[Material provided — start]

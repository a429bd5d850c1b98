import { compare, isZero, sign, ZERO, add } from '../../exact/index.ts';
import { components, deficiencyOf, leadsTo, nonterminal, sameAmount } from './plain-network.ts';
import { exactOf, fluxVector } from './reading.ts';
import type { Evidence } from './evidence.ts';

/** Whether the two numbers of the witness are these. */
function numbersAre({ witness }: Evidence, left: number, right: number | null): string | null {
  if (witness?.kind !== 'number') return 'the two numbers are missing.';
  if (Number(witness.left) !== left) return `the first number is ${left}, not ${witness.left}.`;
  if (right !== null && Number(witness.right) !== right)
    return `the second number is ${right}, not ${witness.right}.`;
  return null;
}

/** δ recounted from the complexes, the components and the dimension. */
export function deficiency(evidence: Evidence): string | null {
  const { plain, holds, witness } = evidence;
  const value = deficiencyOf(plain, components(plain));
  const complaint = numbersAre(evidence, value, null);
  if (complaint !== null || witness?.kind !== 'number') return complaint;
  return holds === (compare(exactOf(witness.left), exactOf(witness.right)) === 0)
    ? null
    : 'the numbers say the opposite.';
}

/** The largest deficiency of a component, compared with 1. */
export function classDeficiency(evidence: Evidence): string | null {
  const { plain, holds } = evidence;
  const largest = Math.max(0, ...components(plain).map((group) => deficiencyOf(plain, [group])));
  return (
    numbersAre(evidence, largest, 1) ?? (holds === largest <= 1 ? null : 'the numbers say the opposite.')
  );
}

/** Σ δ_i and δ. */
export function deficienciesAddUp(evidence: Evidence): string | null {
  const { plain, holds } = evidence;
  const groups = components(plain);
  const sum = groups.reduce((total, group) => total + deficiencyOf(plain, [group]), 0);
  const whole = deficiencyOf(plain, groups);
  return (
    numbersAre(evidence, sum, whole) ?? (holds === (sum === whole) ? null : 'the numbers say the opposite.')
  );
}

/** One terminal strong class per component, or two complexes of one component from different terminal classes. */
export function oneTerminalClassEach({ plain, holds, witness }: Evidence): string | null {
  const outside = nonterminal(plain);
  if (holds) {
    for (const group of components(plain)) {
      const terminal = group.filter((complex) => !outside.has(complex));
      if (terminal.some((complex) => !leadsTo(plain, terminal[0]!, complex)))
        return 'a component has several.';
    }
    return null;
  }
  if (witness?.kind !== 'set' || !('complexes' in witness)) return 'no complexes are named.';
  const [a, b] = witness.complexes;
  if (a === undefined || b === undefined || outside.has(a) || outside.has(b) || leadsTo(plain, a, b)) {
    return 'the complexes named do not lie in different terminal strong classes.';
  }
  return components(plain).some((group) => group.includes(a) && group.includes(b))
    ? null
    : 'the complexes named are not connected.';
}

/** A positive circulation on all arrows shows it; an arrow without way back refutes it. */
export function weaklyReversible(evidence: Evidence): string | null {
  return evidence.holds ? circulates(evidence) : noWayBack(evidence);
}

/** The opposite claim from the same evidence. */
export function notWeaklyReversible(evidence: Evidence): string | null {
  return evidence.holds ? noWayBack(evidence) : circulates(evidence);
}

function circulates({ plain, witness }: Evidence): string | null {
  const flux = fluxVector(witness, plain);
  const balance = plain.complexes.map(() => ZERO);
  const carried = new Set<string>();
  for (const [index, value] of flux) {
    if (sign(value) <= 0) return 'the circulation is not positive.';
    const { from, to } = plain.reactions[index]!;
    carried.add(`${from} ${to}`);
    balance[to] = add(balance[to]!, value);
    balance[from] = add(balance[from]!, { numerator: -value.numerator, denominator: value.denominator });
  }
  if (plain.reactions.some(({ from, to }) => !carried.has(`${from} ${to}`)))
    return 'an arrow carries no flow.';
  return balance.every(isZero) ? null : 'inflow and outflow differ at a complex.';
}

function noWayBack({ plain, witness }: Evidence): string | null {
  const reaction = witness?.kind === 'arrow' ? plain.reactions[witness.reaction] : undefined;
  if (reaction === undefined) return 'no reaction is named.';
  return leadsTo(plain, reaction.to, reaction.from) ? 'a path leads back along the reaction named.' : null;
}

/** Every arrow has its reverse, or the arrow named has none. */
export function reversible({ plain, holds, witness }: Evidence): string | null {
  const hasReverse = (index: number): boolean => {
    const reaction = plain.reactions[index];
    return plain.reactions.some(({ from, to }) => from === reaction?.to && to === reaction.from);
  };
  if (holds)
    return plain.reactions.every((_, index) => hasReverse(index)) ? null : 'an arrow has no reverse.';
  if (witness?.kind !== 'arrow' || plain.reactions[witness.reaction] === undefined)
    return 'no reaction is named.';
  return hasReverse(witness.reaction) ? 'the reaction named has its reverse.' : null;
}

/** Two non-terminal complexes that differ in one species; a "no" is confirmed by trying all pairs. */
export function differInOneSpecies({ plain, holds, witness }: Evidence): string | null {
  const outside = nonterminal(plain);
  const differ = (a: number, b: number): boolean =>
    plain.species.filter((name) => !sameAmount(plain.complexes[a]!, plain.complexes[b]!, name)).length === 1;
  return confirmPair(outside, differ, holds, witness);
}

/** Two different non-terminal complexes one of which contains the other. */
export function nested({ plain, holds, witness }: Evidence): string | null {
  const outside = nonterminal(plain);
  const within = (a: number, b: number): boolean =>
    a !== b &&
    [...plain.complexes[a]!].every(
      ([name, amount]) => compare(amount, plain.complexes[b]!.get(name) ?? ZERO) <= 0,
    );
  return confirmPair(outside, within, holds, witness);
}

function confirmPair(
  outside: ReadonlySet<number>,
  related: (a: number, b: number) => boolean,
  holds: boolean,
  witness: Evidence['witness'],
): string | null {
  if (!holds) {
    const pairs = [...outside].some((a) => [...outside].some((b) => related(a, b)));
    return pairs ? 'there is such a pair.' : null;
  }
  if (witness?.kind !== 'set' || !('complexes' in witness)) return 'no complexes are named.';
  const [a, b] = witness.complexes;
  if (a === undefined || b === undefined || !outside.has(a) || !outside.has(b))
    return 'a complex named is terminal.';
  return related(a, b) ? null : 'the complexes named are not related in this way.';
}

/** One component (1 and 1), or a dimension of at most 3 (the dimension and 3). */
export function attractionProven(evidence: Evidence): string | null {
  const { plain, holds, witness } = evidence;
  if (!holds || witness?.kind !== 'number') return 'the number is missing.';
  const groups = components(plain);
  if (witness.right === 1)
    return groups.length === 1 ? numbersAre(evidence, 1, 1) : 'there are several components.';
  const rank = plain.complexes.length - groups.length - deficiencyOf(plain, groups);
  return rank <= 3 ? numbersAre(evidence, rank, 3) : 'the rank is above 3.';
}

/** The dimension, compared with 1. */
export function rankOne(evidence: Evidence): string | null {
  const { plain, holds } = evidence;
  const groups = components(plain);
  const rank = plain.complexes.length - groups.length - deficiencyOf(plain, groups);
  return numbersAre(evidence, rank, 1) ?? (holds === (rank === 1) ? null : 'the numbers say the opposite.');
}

[Material provided — finish]
[Material provided — start]

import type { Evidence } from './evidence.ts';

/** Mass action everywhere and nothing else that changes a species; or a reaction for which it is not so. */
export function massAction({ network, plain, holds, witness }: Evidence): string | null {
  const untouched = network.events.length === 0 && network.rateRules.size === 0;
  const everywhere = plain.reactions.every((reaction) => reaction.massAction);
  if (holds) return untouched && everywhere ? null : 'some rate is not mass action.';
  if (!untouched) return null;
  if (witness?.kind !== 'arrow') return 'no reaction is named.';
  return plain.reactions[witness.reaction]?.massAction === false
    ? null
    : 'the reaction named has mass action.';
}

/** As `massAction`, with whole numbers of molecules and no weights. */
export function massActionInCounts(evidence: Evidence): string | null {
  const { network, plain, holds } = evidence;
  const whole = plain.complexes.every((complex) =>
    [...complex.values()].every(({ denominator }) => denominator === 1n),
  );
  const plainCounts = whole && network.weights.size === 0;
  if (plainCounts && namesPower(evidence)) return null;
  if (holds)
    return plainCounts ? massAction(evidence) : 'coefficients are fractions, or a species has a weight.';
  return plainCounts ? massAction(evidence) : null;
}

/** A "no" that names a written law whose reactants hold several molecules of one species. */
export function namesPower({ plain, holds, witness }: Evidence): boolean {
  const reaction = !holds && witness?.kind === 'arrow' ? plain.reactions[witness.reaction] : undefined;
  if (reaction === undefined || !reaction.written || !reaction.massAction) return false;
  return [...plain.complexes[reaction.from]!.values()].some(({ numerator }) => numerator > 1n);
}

[Material provided — finish]
[Material provided — start]

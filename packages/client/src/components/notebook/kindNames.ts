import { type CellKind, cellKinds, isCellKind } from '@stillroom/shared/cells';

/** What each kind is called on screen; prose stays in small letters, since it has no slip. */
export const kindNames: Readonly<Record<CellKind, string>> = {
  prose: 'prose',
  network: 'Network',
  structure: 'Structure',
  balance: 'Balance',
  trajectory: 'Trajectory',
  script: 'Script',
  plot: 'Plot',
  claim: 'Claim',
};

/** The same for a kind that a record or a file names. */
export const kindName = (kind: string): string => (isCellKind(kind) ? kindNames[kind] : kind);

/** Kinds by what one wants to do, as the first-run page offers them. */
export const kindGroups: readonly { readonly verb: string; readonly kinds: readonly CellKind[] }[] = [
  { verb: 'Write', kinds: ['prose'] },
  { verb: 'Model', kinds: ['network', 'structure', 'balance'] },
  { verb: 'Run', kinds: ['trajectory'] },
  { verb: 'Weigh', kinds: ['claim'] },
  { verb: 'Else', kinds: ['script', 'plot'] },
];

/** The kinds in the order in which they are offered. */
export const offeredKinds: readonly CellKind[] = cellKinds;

[Material provided — finish]

Problem details> Gather each line of the records holding the string "sameAmount".

Result for this exercise>
import { components, deficiencyOf, leadsTo, nonterminal, sameAmount } from './plain-network.ts';
    plain.species.filter((name) => !sameAmount(plain.complexes[a]!, plain.complexes[b]!, name)).length === 1;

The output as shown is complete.